=== SOURCE INFORMATION ===

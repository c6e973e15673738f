"""Reading files: path -> raw columns with their metadata, the Parquet cache, safe output files.

Owns the format readers (one module per format family), ``wstats convert`` and atomic,
never-overwriting output files. Imports only ``wstats.errors``: it is the bottom layer.
"""
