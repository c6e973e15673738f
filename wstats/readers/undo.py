"""Undoing a failed command: the outputs it created are removed, and only those.

An output is recorded here (path and inode) just before its name appears, so that a
failure or a signal at any later moment still finds it; a command runs inside
:func:`removing_created`, which removes its records' files when the command does not finish.
A file is removed only if its name still holds the inode that was recorded: a file another
process wrote (or replaced) under the same name meanwhile is not ours to delete.
"""

from __future__ import annotations

import os
import threading
from collections.abc import Iterator
from contextlib import contextmanager
from pathlib import Path

__all__ = ["forget", "record", "removing_created", "signals_held"]

#: Outputs created inside :func:`removing_created` blocks: (path, inode), in order.
_CREATED: list[tuple[Path, int]] = []
#: How many :func:`removing_created` blocks are open (a list, to change it in place).
_DEPTH = [0]

def record(path: Path, ino: int) -> tuple[Path, int] | None:
    """Record that *path* is about to be created with inode *ino* (None: nobody will undo)."""
    if not _DEPTH[0]:
        return None
    entry = (path, ino)
    _CREATED.append(entry)
    return entry


def forget(entry: tuple[Path, int] | None) -> None:
    """Drop a creation record: the name turned out to be taken."""
    if entry is not None and entry in _CREATED:
        _CREATED.remove(entry)


@contextmanager
def removing_created() -> Iterator[list[Path]]:
    """Remove, when the block fails or is interrupted, every output it created.

    Yields the list of paths created so far (filled as outputs are written). Only a file
    still holding the inode this process wrote is removed: a path that another process has
    since taken over, or one that existed before (replaced with ``overwrite``), is left
    alone. Signals wait while the files are removed.

    Examples
    --------
    >>> with removing_created():  # doctest: +SKIP
    ...     atomic_write("a.csv", "x\n")
    ...     atomic_write("b.csv", "y\n")  # if this fails, a.csv is removed again
    """
    start = len(_CREATED)
    created: list[Path] = []
    _DEPTH[0] += 1
    try:
        yield created
    except BaseException:
        with signals_held():
            for path, ino in reversed(_CREATED[start:]):
                _remove_if_ours(path, ino)
            del _CREATED[start:]
        raise
    finally:
        _DEPTH[0] -= 1
        created.extend(p for p, _ in _CREATED[start:])
        if _DEPTH[0] == 0:  # nobody left to undo them: forget the records
            del _CREATED[start:]


def _remove_if_ours(path: Path, ino: int) -> None:
    """Unlink *path* if it is still the file with inode *ino*."""
    try:
        if os.lstat(path).st_ino == ino:
            os.unlink(path)
    except OSError:
        pass


@contextmanager
def signals_held() -> Iterator[None]:
    """Let SIGINT and SIGTERM wait until the block is done (main thread, POSIX only).

    Used around the steps that must not be cut in half: creating and naming an output,
    recording it, and removing files after a failure. A signal that arrives meanwhile is
    delivered as soon as the block ends.
    """
    import signal

    if not hasattr(signal, "pthread_sigmask") or threading.current_thread() is not \
            threading.main_thread():
        yield
        return
    wanted = {signal.SIGINT, signal.SIGTERM}
    old = signal.pthread_sigmask(signal.SIG_BLOCK, wanted)
    try:
        yield
    finally:
        signal.pthread_sigmask(signal.SIG_SETMASK, old)


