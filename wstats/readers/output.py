"""Output files written safely: all or nothing, never over an existing file unless asked.

An output is written to a temporary file in the target's own folder and renamed into place
only when writing succeeded, so a reader of the target never sees half a file and a failed
run leaves nothing behind. Rename is atomic only within one file system, hence the same
folder. Special files (``/dev/stdout``, ``/dev/full``, a FIFO) cannot be renamed onto; they
are written directly, and since there is nothing on them to destroy they need no overwrite.
"""

from __future__ import annotations

import errno
import hashlib
import os
import stat
import tempfile
import threading
from collections.abc import Iterator
from contextlib import AbstractContextManager, contextmanager
from pathlib import Path
from typing import IO, Any, Literal, overload

from wstats.errors import OutputError, ReadError

__all__ = ["atomic_output", "atomic_write", "check_output", "prefetch_sha256", "sha256_of"]

_CHUNK = 1 << 20
_FULL = (errno.ENOSPC, errno.EDQUOT)


def check_output(path: str | os.PathLike[str], overwrite: bool = False) -> Path:
    """Return *path* as a Path after checking that it can be written.

    Parameters
    ----------
    path : the output file.
    overwrite : allow replacing an existing regular file.

    Returns
    -------
    Path
        The output path, unchanged.

    Raises
    ------
    OutputError
        The output exists (without *overwrite*), is a folder, or its folder is missing or
        not writable.
    """
    target = Path(path)
    if target.is_dir():
        raise OutputError(f"output '{target}' is a folder; give a file name")
    if target.exists() and _is_special(target):
        return target
    if target.exists() and not overwrite:
        raise OutputError(f"output '{target}' exists; pass --overwrite to replace it")
    folder = target.parent
    if not folder.is_dir():
        raise OutputError(
            f"folder '{folder}' for output '{target.name}' does not exist; create it first"
        )
    if not os.access(folder, os.W_OK | os.X_OK):
        raise OutputError(f"folder '{folder}' is not writable; choose another output folder")
    return target


@overload
def atomic_output(
    path: str | os.PathLike[str], overwrite: bool = ..., binary: Literal[True] = ...
) -> AbstractContextManager[IO[bytes]]: ...
@overload
def atomic_output(
    path: str | os.PathLike[str], overwrite: bool = ..., *, binary: Literal[False]
) -> AbstractContextManager[IO[str]]: ...
@contextmanager
def atomic_output(
    path: str | os.PathLike[str], overwrite: bool = False, binary: bool = True
) -> Iterator[IO[Any]]:
    """Yield an open file that becomes *path* only if the ``with`` block succeeds.

    Parameters
    ----------
    path : the output file.
    overwrite : allow replacing an existing file.
    binary : open the file in binary mode (default) or as UTF-8 text.

    Yields
    ------
    IO
        A temporary file in the same folder as *path* (or *path* itself when it is a special
        file such as ``/dev/stdout``).

    Raises
    ------
    OutputError
        See :func:`check_output`; also when the disk is full or writing fails otherwise.

    Examples
    --------
    >>> with atomic_output("table.md", binary=False) as fh:  # doctest: +SKIP
    ...     fh.write("| a |\\n")
    """
    target = check_output(path, overwrite)
    if target.exists() and _is_special(target):
        with _mapped_errors(target):
            with _open(target, binary) as fh:
                yield fh
        return
    with _mapped_errors(target, creating=True):
        fd, tmp_name = tempfile.mkstemp(
            prefix=f".{target.name}.", suffix=".part", dir=target.parent
        )
    tmp = Path(tmp_name)
    try:
        with _mapped_errors(target):
            os.close(fd)  # reopened by name so that ``fh.name`` is the temporary path
            with _open(tmp, binary) as fh:
                yield fh
                fh.flush()
                os.fsync(fh.fileno())
            os.chmod(tmp, _default_mode())
            os.replace(tmp, target)
    finally:
        tmp.unlink(missing_ok=True)


def atomic_write(path: str | os.PathLike[str], data: str | bytes, overwrite: bool = False) -> None:
    """Write *data* to *path* all at once (UTF-8 for text).

    Parameters
    ----------
    path : the output file.
    data : text (written as UTF-8, newlines unchanged) or bytes.
    overwrite : allow replacing an existing file.

    Raises
    ------
    OutputError
        The output exists, its folder is missing or read-only, or the disk is full.

    Examples
    --------
    >>> atomic_write("methods.txt", "Estimates are weighted.\\n")  # doctest: +SKIP
    """
    payload = data.encode("utf-8") if isinstance(data, str) else data
    with atomic_output(path, overwrite) as fh:
        fh.write(payload)


def sha256_of(path: str | os.PathLike[str]) -> str:
    """Return the hex SHA-256 digest of a file, read in 1 MiB chunks.

    Parameters
    ----------
    path : the file.

    Returns
    -------
    str
        64 hexadecimal characters.

    Raises
    ------
    ReadError
        The file is missing or cannot be read.
    """
    key = _identity(path)
    pending = _PENDING.pop(key, None)
    if pending is not None:
        pending.join()
        if pending.digest is not None:
            return pending.digest
    return _digest(path, key)


def prefetch_sha256(path: str | os.PathLike[str]) -> None:
    """Start hashing *path* on another thread; a later :func:`sha256_of` collects the digest.

    The provenance of a large input costs a full read of the file (about 1 s per GB); done
    beside reading and estimating it runs on the second core. A file that changes in between
    (size, modification time or inode) is hashed again.
    """
    key = _identity(path)
    if key is None or key in _PENDING or _cached(key) is not None:
        return
    job = _HashJob(path)
    _PENDING[key] = job
    job.start()


class _HashJob(threading.Thread):
    """A daemon thread computing one file's digest (None when the file cannot be read)."""

    def __init__(self, path: str | os.PathLike[str]) -> None:
        super().__init__(daemon=True)
        self.path = path
        self.digest: str | None = None

    def run(self) -> None:
        try:
            self.digest = _digest(self.path, _identity(self.path))
        except ReadError:
            self.digest = None


_PENDING: dict[tuple[str, int, int, int] | None, _HashJob] = {}


def _identity(path: str | os.PathLike[str]) -> tuple[str, int, int, int] | None:
    """Return (real path, size, mtime_ns, inode) of *path*, or None if it cannot be seen."""
    try:
        st = os.stat(path)
    except OSError:
        return None
    return os.path.realpath(path), st.st_size, st.st_mtime_ns, st.st_ino


def _digest_cache() -> Path | None:
    """Return the digest cache file, or None when caching is switched off."""
    if os.environ.get("WSTATS_NO_DIGEST_CACHE"):
        return None
    base = os.environ.get("XDG_CACHE_HOME") or os.path.join(os.path.expanduser("~"), ".cache")
    return Path(base) / "wstats" / "digests.json"


def _cached(key: tuple[str, int, int, int] | None) -> str | None:
    """Return the cached digest of a file identity (path, size, mtime_ns, inode), if any."""
    cache = _digest_cache()
    if key is None or cache is None:
        return None
    import json

    try:
        entry = json.loads(cache.read_text(encoding="utf-8")).get(key[0])
    except (OSError, ValueError, AttributeError):
        return None
    if isinstance(entry, list) and len(entry) == 4 and tuple(entry[:3]) == key[1:]:
        return str(entry[3])
    return None


def _remember(key: tuple[str, int, int, int] | None, digest: str) -> None:
    """Store a digest for its file identity; any failure just leaves the cache as it was."""
    cache = _digest_cache()
    if key is None or cache is None:
        return
    import json

    try:
        cache.parent.mkdir(parents=True, exist_ok=True)
        try:
            table = json.loads(cache.read_text(encoding="utf-8"))
        except (OSError, ValueError):
            table = {}
        if not isinstance(table, dict):
            table = {}
        table[key[0]] = [*key[1:], digest]
        tmp = cache.with_name(f".{cache.name}.{os.getpid()}.tmp")
        tmp.write_text(json.dumps(table), encoding="utf-8")
        os.replace(tmp, cache)
    except OSError:
        pass


def _digest(path: str | os.PathLike[str], key: tuple[str, int, int, int] | None = None) -> str:
    """Hash *path* in 1 MiB chunks (hashlib releases the GIL), or take it from the cache.

    The cache (``~/.cache/wstats/digests.json``; ``WSTATS_NO_DIGEST_CACHE=1`` switches it
    off) is keyed by the file's real path, size, modification time in nanoseconds and inode,
    as version-control tools do for their indexes: a file that changes gets hashed again.
    """
    hit = _cached(key)
    if hit is not None:
        return hit
    digest = hashlib.sha256()
    try:
        with open(path, "rb") as fh:
            for chunk in iter(lambda: fh.read(_CHUNK), b""):
                digest.update(chunk)
    except OSError as exc:
        raise ReadError(f"cannot read '{path}' to fingerprint it: {exc.strerror}") from exc
    _remember(key, digest.hexdigest())
    return digest.hexdigest()


def _is_special(path: Path) -> bool:
    """Tell whether *path* exists and is neither a regular file nor a folder."""
    mode = path.stat().st_mode
    return not (stat.S_ISREG(mode) or stat.S_ISDIR(mode))


def _open(path: Path, binary: bool) -> IO[Any]:
    """Open *path* for writing, binary or as UTF-8 text."""
    return open(path, "wb" if binary else "w", **_text_args(binary))


def _text_args(binary: bool) -> dict[str, Any]:
    """Return the open() keywords for text mode: UTF-8, newlines written as given."""
    return {} if binary else {"encoding": "utf-8", "newline": ""}


def _default_mode() -> int:
    """Return the permission bits a new file gets under the current umask."""
    # mkstemp creates 0600 files; a normal output should get the usual 0666 & ~umask.
    mask = os.umask(0)
    os.umask(mask)
    return 0o666 & ~mask


@contextmanager
def _mapped_errors(target: Path, creating: bool = False) -> Iterator[None]:
    """Turn OSError while creating or writing *target* into a one-line OutputError."""
    try:
        yield
    except OSError as exc:
        if exc.errno in _FULL:
            raise OutputError(
                f"no space left on the device while writing '{target}'; "
                "free some space or write elsewhere"
            ) from exc
        if creating and isinstance(exc, PermissionError):
            raise OutputError(
                f"folder '{target.parent}' is not writable; choose another output folder"
            ) from exc
        raise OutputError(f"cannot write '{target}': {exc.strerror or exc}") from exc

===

(THE PROBLEM) Print the line that contains "for writing, binary", then every later line of the entries above up to and including the last, all exactly as written.

(ANSWER SPACE)
    """Open *path* for writing, binary or as UTF-8 text."""
    return open(path, "wb" if binary else "w", **_text_args(binary))


def _text_args(binary: bool) -> dict[str, Any]:
    """Return the open() keywords for text mode: UTF-8, newlines written as given."""
    return {} if binary else {"encoding": "utf-8", "newline": ""}


def _default_mode() -> int:
    """Return the permission bits a new file gets under the current umask."""
    # mkstemp creates 0600 files; a normal output should get the usual 0666 & ~umask.
    mask = os.umask(0)
    os.umask(mask)
    return 0o666 & ~mask


@contextmanager
def _mapped_errors(target: Path, creating: bool = False) -> Iterator[None]:
    """Turn OSError while creating or writing *target* into a one-line OutputError."""
    try:
        yield
    except OSError as exc:
        if exc.errno in _FULL:
            raise OutputError(
                f"no space left on the device while writing '{target}'; "
                "free some space or write elsewhere"
            ) from exc
        if creating and isinstance(exc, PermissionError):
            raise OutputError(
                f"folder '{target.parent}' is not writable; choose another output folder"
            ) from exc
        raise OutputError(f"cannot write '{target}': {exc.strerror or exc}") from exc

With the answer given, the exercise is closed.